TASK BRIEF: Hunt for the word "Earthing" across the entries below, copying each line that holds it.

EXERCISE DATA:

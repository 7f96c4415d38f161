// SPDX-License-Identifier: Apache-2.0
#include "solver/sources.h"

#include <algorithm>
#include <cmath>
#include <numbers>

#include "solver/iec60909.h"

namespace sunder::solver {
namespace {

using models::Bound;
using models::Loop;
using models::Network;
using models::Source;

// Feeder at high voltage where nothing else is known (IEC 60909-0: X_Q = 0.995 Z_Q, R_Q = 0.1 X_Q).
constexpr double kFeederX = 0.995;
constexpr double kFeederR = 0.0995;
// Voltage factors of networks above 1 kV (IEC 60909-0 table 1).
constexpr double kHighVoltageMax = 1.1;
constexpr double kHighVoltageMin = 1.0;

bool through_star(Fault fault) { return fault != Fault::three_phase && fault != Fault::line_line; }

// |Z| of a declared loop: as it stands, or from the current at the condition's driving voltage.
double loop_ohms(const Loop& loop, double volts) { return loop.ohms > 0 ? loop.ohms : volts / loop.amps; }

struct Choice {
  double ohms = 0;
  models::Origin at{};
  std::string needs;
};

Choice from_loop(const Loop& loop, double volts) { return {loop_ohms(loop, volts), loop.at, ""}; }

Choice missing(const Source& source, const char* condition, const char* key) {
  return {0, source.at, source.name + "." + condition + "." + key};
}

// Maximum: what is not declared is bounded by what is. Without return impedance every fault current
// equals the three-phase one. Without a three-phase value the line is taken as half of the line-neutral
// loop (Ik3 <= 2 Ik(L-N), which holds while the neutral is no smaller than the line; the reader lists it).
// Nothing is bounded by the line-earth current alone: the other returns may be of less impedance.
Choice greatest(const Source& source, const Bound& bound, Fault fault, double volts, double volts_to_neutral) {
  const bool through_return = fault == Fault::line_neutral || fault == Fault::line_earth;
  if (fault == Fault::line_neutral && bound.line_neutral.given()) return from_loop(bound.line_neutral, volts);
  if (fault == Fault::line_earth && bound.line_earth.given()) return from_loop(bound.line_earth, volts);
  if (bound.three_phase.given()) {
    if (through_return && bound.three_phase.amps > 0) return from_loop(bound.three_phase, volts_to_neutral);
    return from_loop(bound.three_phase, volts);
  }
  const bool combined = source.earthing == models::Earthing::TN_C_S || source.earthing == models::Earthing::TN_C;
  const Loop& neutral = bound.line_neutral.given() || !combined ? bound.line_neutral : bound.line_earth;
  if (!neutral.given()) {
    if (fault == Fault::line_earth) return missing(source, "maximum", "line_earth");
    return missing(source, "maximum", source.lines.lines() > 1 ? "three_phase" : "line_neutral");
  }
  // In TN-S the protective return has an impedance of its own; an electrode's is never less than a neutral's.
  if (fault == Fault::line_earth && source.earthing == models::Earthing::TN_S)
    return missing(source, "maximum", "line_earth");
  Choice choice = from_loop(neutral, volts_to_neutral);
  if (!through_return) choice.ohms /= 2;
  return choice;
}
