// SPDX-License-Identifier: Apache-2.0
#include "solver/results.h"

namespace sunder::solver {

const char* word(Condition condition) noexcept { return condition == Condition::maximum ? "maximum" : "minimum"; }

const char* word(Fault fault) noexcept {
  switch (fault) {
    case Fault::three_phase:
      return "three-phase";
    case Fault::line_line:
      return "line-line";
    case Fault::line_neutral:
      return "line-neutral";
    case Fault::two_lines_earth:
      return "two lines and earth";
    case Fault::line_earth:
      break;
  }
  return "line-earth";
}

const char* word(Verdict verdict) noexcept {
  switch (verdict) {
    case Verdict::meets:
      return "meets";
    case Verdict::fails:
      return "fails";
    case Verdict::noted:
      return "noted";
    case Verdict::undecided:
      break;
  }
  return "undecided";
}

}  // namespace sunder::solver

ANSWER SECTION:
  const bool combined = source.earthing == models::Earthing::TN_C_S || source.earthing == models::Earthing::TN_C;
  if (fault == Fault::line_earth && source.earthing == models::Earthing::TN_S)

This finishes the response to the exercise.